Non so che dirvi.... mi piange il quore se devo passare a windows per colpa dell'audio   :Sad:   :Sad:   :Sad:   :Sad:   :Sad:   :Sad:   :Sad:   :Sad:   :Sad:   :Twisted Evil:   :Twisted Evil:   :Twisted Evil: 

----------

## shev

 *d3vah wrote:*   

> 
> 
> Non so che dirvi.... mi piange il quore se devo passare a windows per colpa dell'audio             

 

Ma hai provato alsamixer (ben diverso da amixer!)  :Question:   Ripeto, se di volumi si tratta con alsamixer risolvi sicuro... (se non si tratta di volumi, almeno cominciamo a escludere qualcosa e cerchiamo altre soluzioni)

----------

## d3vah

Si provato anche con alsamixer ma nulla.... passo a oss e quando devo vedere un film in ac3 ricorro a win   :Crying or Very sad: 

pazienza...

----------

## bibi[M]

A me con la audigy i drivers alsa del kernel 2.6 vanno che è una meraviglia! (basta tenere basso il volume pcm^_^) Se non vuoi cambiare kernel potresti perlomeno provare i drivers 0.2.6! In effetti coi driver più anziani non sono mai riuscito a sentire nulla (e bsolar ne sa qualcosa^^)

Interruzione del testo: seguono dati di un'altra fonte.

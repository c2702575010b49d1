import request from 'supertest';
import { afterAll, beforeAll, describe, expect, it } from 'vitest';
import { createTestContext, type TestContext } from '../../test/harness';

let ctx: TestContext;
beforeAll(() => {
  ctx = createTestContext();
});
afterAll(() => ctx.close());

describe('GET /api/shop', () => {
  it('without signing in, answers the name, town and time zone of the shop', async () => {
    const res = await request(ctx.app).get('/api/shop');

    expect(res.status).toBe(200);
    expect(res.body).toEqual({ name: 'Test Shop', town: 'Testville', timeZone: 'UTC' });
  });
});
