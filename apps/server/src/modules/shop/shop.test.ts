import { randomUUID } from 'node:crypto';
import request from 'supertest';
import { afterAll, beforeAll, describe, expect, it } from 'vitest';
import { createArea, createMachine } from '@chuckkey/db/factories';
import { createTestContext, signedIn, type TestContext } from '../../test/harness';

let ctx: TestContext;
beforeAll(() => {
  ctx = createTestContext();
});
afterAll(() => ctx.close());

describe('GET /api/shop', () => {
  it('without signing in, answers the name, town and time zone of the shop', async () => {
    const res = await request(ctx.app).get('/api/shop');

    expect(res.status).toBe(200);
    expect(res.body).toEqual({ name: 'Test Shop', town: 'Testville', timeZone: 'UTC' });
  });
});

describe('GET /api/machines', () => {
  it('when signed out, answers 401 unauthenticated', async () => {
    const res = await request(ctx.app).get('/api/machines');

    expect(res.status).toBe(401);
    expect(res.body.code).toBe('unauthenticated');
  });

  it('for a signed-in member, lists a machine with its area name, category and meter hours as a number', async () => {
    const area = await createArea(ctx.db, { name: `Welding bay ${randomUUID().slice(0, 8)}` });
    const machine = await createMachine(ctx.db, { name: `TIG ${randomUUID().slice(0, 8)}`, category: 'tig_welder', area_id: area.id, reservable: true, meter_hours: 1234.5 });
    const member = await signedIn(ctx, 'member');

    const res = await member.get('/api/machines');

    expect(res.status).toBe(200);
    const listed = res.body.items.find((m: { id: string }) => m.id === machine.id);
    expect(listed).toEqual({ id: machine.id, name: machine.name, category: 'tig_welder', area: area.name, reservable: true, meterHours: 1234.5 });
    expect(typeof listed.meterHours).toBe('number');
  });
});
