import type { ClassDetail } from '@chuckkey/core';
import { EmptyState } from '../../../components/ui/empty-state';
import { TextLink } from '../../../components/ui/text-link';
import { spanLabel } from '../../../lib/shop-clock';
import { bookedLabel, upcomingOccurrences } from '../utils/class-plan';

interface ClassesListProps {
  classes: readonly ClassDetail[];
  timeZone: string;
  now: Date;
  classHref: (classId: string) => string;
}

/** The classes still to come, each with its next meeting and how many weeks it has left. */
export function ClassesList({ classes, timeZone, now, classHref }: ClassesListProps) {
  const coming = classes
    .map((cls) => ({ cls, upcoming: upcomingOccurrences(cls, now) }))
    .filter(({ cls, upcoming }) => cls.cancelledAt === null && upcoming.length > 0);
  if (coming.length === 0) {
    return <EmptyState title="No classes coming up">Hold a machine for a class with the form on this page; its meetings then appear here.</EmptyState>;
  }
  return (
    <ul aria-label="Upcoming classes" className="flex flex-col divide-y divide-neutral-200 rounded-lg border border-neutral-300 bg-white">
      {coming.map(({ cls, upcoming }) => {
        const next = upcoming[0];
        return (
          <li key={cls.id} className="flex flex-col gap-1 px-4 py-3">
            <TextLink to={classHref(cls.id)} className="text-lg">
              {cls.title}
            </TextLink>
            <span className="text-neutral-800">
              {cls.machineName}
              {cls.trainingName && ` · ${cls.trainingName}`}
            </span>
            {next && <span className="text-neutral-800">Next: {spanLabel(new Date(next.startsAt), new Date(next.endsAt), timeZone)}</span>}
            <span className="text-sm text-neutral-700">
              {upcoming.length === 1 ? '1 week left' : `${upcoming.length} weeks left`} · {bookedLabel(cls.memberCount, cls.capacity)}
            </span>
          </li>
        );
      })}
    </ul>
  );
}
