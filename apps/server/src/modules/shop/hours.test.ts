import { randomUUID } from 'node:crypto';
import { afterAll, afterEach, beforeAll, describe, expect, it } from 'vitest';
import { shopClosureSchema, shopHoursSchema } from '@chuckkey/core';
import { browser, createTestContext, signedIn, type TestContext } from '../../test/harness';

let ctx: TestContext;
beforeAll(() => {
  ctx = createTestContext();
});
// The hours are shop-wide: every test starts from a shop with none set, as the other test files expect.
afterEach(async () => {
  await ctx.db('shop_closures').delete();
  await ctx.db('shop_hours').delete();
});
afterAll(() => ctx.close());

const DAY = 86_400_000;
/** The test shop keeps UTC, so its calendar is UTC's. */
const utcDate = (offsetDays = 0) => new Date(Date.now() + offsetDays * DAY).toISOString().slice(0, 10);
/** ISO 8601 weekday of a UTC date: Monday 1 … Sunday 7. */
const isoWeekday = (offsetDays = 0) => ((new Date(Date.now() + offsetDays * DAY).getUTCDay() + 6) % 7) + 1;
const everyDay = (opensAt: string, closesAt: string) => [1, 2, 3, 4, 5, 6, 7].map((weekday) => ({ weekday, opensAt, closesAt }));

async function auditRows(action: string, actorId: string) {
  return ctx.db('audit_log').select('entity', 'entity_id', 'details').where({ action, actor_id: actorId }).orderBy('id');
}

describe('who may read and change the shop hours', () => {
  it('signed out, every route answers 401', async () => {
    const client = await browser(ctx);
    for (const res of [
      await client.get('/api/shop/hours'),
      await client.put('/api/shop/hours', { weekly: [] }),
      await client.post('/api/shop/closures', { startsOn: utcDate(), endsOn: utcDate(), reason: 'Stocktaking' }),
      await client.delete(`/api/shop/closures/${randomUUID()}`),
    ]) {
      expect(res.status).toBe(401);
      expect(res.body.code).toBe('unauthenticated');
    }
  });

  for (const role of ['member', 'instructor'] as const) {
    it(`a ${role} reads the hours but may not change them (403) and nothing changes`, async () => {
      const client = await signedIn(ctx, role);
      const [closure] = await ctx.db('shop_closures').insert({ starts_on: utcDate(1), ends_on: utcDate(1), reason: 'Stocktaking' }).returning('id');

      expect((await client.get('/api/shop/hours')).status).toBe(200);
      for (const res of [
        await client.put('/api/shop/hours', { weekly: everyDay('09:00', '17:00') }),
        await client.post('/api/shop/closures', { startsOn: utcDate(), endsOn: utcDate(), reason: 'Stocktaking' }),
        await client.delete(`/api/shop/closures/${closure.id}`),
      ]) {
        expect(res.status).toBe(403);
        expect(res.body.code).toBe('forbidden');
      }
      expect(await ctx.db('shop_hours').count({ count: '*' }).first()).toEqual({ count: 0 });
      expect(await ctx.db('shop_closures').count({ count: '*' }).first()).toEqual({ count: 1 });
    });
  }
});

describe('GET /api/shop/hours', () => {
  it('with no hours set, says the shop is open around the clock', async () => {
    const member = await signedIn(ctx, 'member');

    const res = await member.get('/api/shop/hours');

    expect(res.status).toBe(200);
    expect(shopHoursSchema.parse(res.body)).toEqual({
      timeZone: 'UTC',
      weekly: [],
      closures: [],
      today: { date: utcDate(), open: true, opensAt: null, closesAt: null, intervals: [{ opensAt: '00:00', closesAt: '24:00' }], closure: null },
    });
  });

  it('lists the closures ending today or later, soonest first, and a closure today shuts the shop until tomorrow', async () => {
    const member = await signedIn(ctx, 'member');
    await ctx.db('shop_hours').insert(everyDay('00:00', '24:00').map((row) => ({ weekday: row.weekday, opens_at: row.opensAt, closes_at: row.closesAt })));
    await ctx.db('shop_closures').insert([
      { starts_on: utcDate(20), ends_on: utcDate(22), reason: 'Winter deep clean' },
      { starts_on: utcDate(-3), ends_on: utcDate(-1), reason: 'Over already' },
      { starts_on: utcDate(-1), ends_on: utcDate(0), reason: 'Floor resurfacing' },
    ]);

    const body = shopHoursSchema.parse((await member.get('/api/shop/hours')).body);

    expect(body.closures.map((c) => [c.startsOn, c.endsOn, c.reason])).toEqual([
      [utcDate(-1), utcDate(0), 'Floor resurfacing'],
      [utcDate(20), utcDate(22), 'Winter deep clean'],
    ]);
    expect(body.today).toEqual({
      date: utcDate(),
      open: false,
      // Open 00:00–24:00 every day, so it opens again at tomorrow's midnight, UTC.
      opensAt: `${utcDate(1)}T00:00:00.000Z`,
      closesAt: null,
      intervals: [],
      closure: { reason: 'Floor resurfacing' },
    });
  });
});

describe('PUT /api/shop/hours', () => {
  it('an admin replaces the weekly schedule, gets it back in weekday order and the change is audited', async () => {
    const admin = await signedIn(ctx, 'admin');
    await admin.put('/api/shop/hours', { weekly: everyDay('08:00', '20:00') });

    const res = await admin.put('/api/shop/hours', {
      weekly: [
        { weekday: 6, opensAt: '9:00', closesAt: '18:00' },
        { weekday: 2, opensAt: '16:00', closesAt: '22:00' },
        { weekday: 2, opensAt: '10:00', closesAt: '12:00' },
        { weekday: 7, opensAt: '18:00', closesAt: '24:00' },
      ],
    });

    expect(res.status).toBe(200);
    const body = shopHoursSchema.parse(res.body);
    expect(body.weekly).toEqual([
      { weekday: 2, opensAt: '10:00', closesAt: '12:00' },
      { weekday: 2, opensAt: '16:00', closesAt: '22:00' },
      { weekday: 6, opensAt: '09:00', closesAt: '18:00' },
      { weekday: 7, opensAt: '18:00', closesAt: '24:00' },
    ]);
    const audits = await auditRows('shop.hours_changed', admin.member.id);
    expect(audits).toHaveLength(2);
    expect(audits[1]).toEqual({
      entity: 'shop',
      entity_id: '1',
      details: {
        before:
          'Monday 08:00–20:00; Tuesday 08:00–20:00; Wednesday 08:00–20:00; Thursday 08:00–20:00; Friday 08:00–20:00; Saturday 08:00–20:00; Sunday 08:00–20:00',
        after: 'Monday closed; Tuesday 10:00–12:00, 16:00–22:00; Wednesday closed; Thursday closed; Friday closed; Saturday 09:00–18:00; Sunday 18:00–24:00',
      },
    });
  });

  it('today’s answer follows the new hours: open now when today is open all day, closed when only tomorrow is', async () => {
    const admin = await signedIn(ctx, 'admin');

    const allDay = shopHoursSchema.parse((await admin.put('/api/shop/hours', { weekly: [{ weekday: isoWeekday(), opensAt: '00:00', closesAt: '24:00' }] })).body);
    expect(allDay.today).toMatchObject({ open: true, intervals: [{ opensAt: '00:00', closesAt: '24:00' }], closesAt: `${utcDate(1)}T00:00:00.000Z` });

    const tomorrow = shopHoursSchema.parse((await admin.put('/api/shop/hours', { weekly: [{ weekday: isoWeekday(1), opensAt: '10:00', closesAt: '12:00' }] })).body);
    expect(tomorrow.today).toMatchObject({ open: false, intervals: [], opensAt: `${utcDate(1)}T10:00:00.000Z`, closesAt: null });
  });

  it('an empty schedule removes the hours, and the shop counts as open at all times again', async () => {
    const admin = await signedIn(ctx, 'admin');
    await admin.put('/api/shop/hours', { weekly: [{ weekday: isoWeekday(1), opensAt: '10:00', closesAt: '12:00' }] });

    const body = shopHoursSchema.parse((await admin.put('/api/shop/hours', { weekly: [] })).body);

    expect(body.weekly).toEqual([]);
    expect(body.today.open).toBe(true);
    expect(await ctx.db('shop_hours').count({ count: '*' }).first()).toEqual({ count: 0 });
  });

  it('refuses bad times, closing before opening and overlaps with 400 and an error under each field, changing nothing', async () => {
    const admin = await signedIn(ctx, 'admin');
    await admin.put('/api/shop/hours', { weekly: [{ weekday: 1, opensAt: '09:00', closesAt: '17:00' }] });

    const res = await admin.put('/api/shop/hours', {
      weekly: [
        { weekday: 1, opensAt: '25:00', closesAt: '26:00' },
        { weekday: 2, opensAt: '18:00', closesAt: '09:00' },
        { weekday: 3, opensAt: '09:00', closesAt: '13:00' },
        { weekday: 3, opensAt: '12:00', closesAt: '15:00' },
        { weekday: 8, opensAt: '09:00', closesAt: '10:00' },
      ],
    });

    expect(res.status).toBe(400);
    expect(res.body.code).toBe('validation_failed');
    expect(res.body.errors).toEqual({
      'weekly.0.opensAt': ['Use a time from 00:00 to 24:00 (midnight at the end of the day).'],
      'weekly.0.closesAt': ['Use a time from 00:00 to 24:00 (midnight at the end of the day).'],
      'weekly.1.closesAt': ['The closing time must be after the opening time.'],
      'weekly.4.weekday': ['Choose a day from Monday (1) to Sunday (7).'],
    });
    const overlapping = await admin.put('/api/shop/hours', {
      weekly: [
        { weekday: 3, opensAt: '09:00', closesAt: '13:00' },
        { weekday: 3, opensAt: '12:00', closesAt: '15:00' },
      ],
    });
    expect(overlapping.status).toBe(400);
    expect(overlapping.body.errors).toEqual({ 'weekly.1.opensAt': ['Overlaps 09:00–13:00 on Wednesday.'] });

    const stored = await ctx.db('shop_hours').select(ctx.db.raw(`weekday, to_char(opens_at, 'HH24:MI') as opens, to_char(closes_at, 'HH24:MI') as closes`));
    expect(stored).toEqual([{ weekday: 1, opens: '09:00', closes: '17:00' }]);
    expect(await auditRows('shop.hours_changed', admin.member.id)).toHaveLength(1);
  });

  it('the database itself refuses overlapping openings of one weekday', async () => {
    await ctx.db('shop_hours').insert({ weekday: 4, opens_at: '09:00', closes_at: '13:00' });
    // A touching opening is fine; the half-open ranges only meet.
    await ctx.db('shop_hours').insert({ weekday: 4, opens_at: '13:00', closes_at: '24:00' });
    await ctx.db('shop_hours').insert({ weekday: 5, opens_at: '00:00', closes_at: '02:00' });

    // PostgreSQL: SQLSTATE 23P01 is exclusion_violation.
    await expect(ctx.db('shop_hours').insert({ weekday: 4, opens_at: '12:00', closes_at: '14:00' })).rejects.toMatchObject({ code: '23P01' });
    // SQLSTATE 23514 is check_violation.
    await expect(ctx.db('shop_hours').insert({ weekday: 4, opens_at: '14:00', closes_at: '14:00' })).rejects.toMatchObject({ code: '23514' });
    await expect(ctx.db('shop_hours').insert({ weekday: 0, opens_at: '09:00', closes_at: '10:00' })).rejects.toMatchObject({ code: '23514' });
  });
});

describe('closures', () => {
  it('an admin adds a closure (201), it is listed and audited, and removing it (204) is audited too', async () => {
    const admin = await signedIn(ctx, 'admin');

    const added = await admin.post('/api/shop/closures', { startsOn: utcDate(30), endsOn: utcDate(32), reason: ' Winter deep clean ' });

    expect(added.status).toBe(201);
    const closure = shopClosureSchema.parse(added.body);
    expect(closure).toMatchObject({ startsOn: utcDate(30), endsOn: utcDate(32), reason: 'Winter deep clean' });
    expect(await ctx.db('shop_closures').first('created_by').where({ id: closure.id })).toEqual({ created_by: admin.member.id });
    expect(shopHoursSchema.parse((await admin.get('/api/shop/hours')).body).closures).toEqual([closure]);
    expect(await auditRows('shop.closure_added', admin.member.id)).toEqual([
      { entity: 'shop_closure', entity_id: closure.id, details: { startsOn: utcDate(30), endsOn: utcDate(32), reason: 'Winter deep clean' } },
    ]);

    const removed = await admin.delete(`/api/shop/closures/${closure.id}`);

    expect(removed.status).toBe(204);
    expect(shopHoursSchema.parse((await admin.get('/api/shop/hours')).body).closures).toEqual([]);
    expect(await auditRows('shop.closure_removed', admin.member.id)).toEqual([
      { entity: 'shop_closure', entity_id: closure.id, details: { startsOn: utcDate(30), endsOn: utcDate(32), reason: 'Winter deep clean' } },
    ]);
    const again = await admin.delete(`/api/shop/closures/${closure.id}`);
    expect(again.status).toBe(404);
    expect(again.body.code).toBe('closure_not_found');
  });

  it('refuses a last day before the first, a missing reason, a date that is none, and a closure already over', async () => {
    const admin = await signedIn(ctx, 'admin');

    const backwards = await admin.post('/api/shop/closures', { startsOn: utcDate(5), endsOn: utcDate(4), reason: 'Stocktaking' });
    expect(backwards.status).toBe(400);
    expect(backwards.body.errors).toEqual({ endsOn: ['The last day cannot be before the first day.'] });

    const unexplained = await admin.post('/api/shop/closures', { startsOn: utcDate(5), endsOn: 'soon', reason: '' });
    expect(unexplained.status).toBe(400);
    expect(Object.keys(unexplained.body.errors).sort()).toEqual(['endsOn', 'reason']);

    const past = await admin.post('/api/shop/closures', { startsOn: utcDate(-3), endsOn: utcDate(-1), reason: 'Stocktaking' });
    expect(past.status).toBe(400);
    expect(past.body).toMatchObject({ code: 'closure_in_past', errors: { endsOn: ['The last day has already passed.'] } });

    expect(await ctx.db('shop_closures').count({ count: '*' }).first()).toEqual({ count: 0 });
    expect(await auditRows('shop.closure_added', admin.member.id)).toEqual([]);
  });

  it('a malformed id answers 400, an unknown one 404', async () => {
    const admin = await signedIn(ctx, 'admin');

    expect((await admin.delete('/api/shop/closures/not-an-id')).body).toMatchObject({ code: 'validation_failed', errors: { id: ['Not a valid id.'] } });
    expect((await admin.delete(`/api/shop/closures/${randomUUID()}`)).status).toBe(404);
  });
});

In ogni modo anche il driver emu10k1 per oss supporta l'audio multicanale! Tempo addietro l'avevo provato colla sblive e funzionava egregiamente! (colla audigy a dire la verità non mi funzionava neanche questo  :Razz: )

EDIT:

Simple mixer control 'Wave',0

  Capabilities: pvolume cvolume

  Playback channels: Front Left - Front Right

  Capture channels: Front Left - Front Right

  Limits: Playback 0 - 100 Capture 0 - 100

  Front Left: Playback 0 [0%] Capture 0 [0%]

  Front Right: Playback 0 [0%] Capture 0 [0%] 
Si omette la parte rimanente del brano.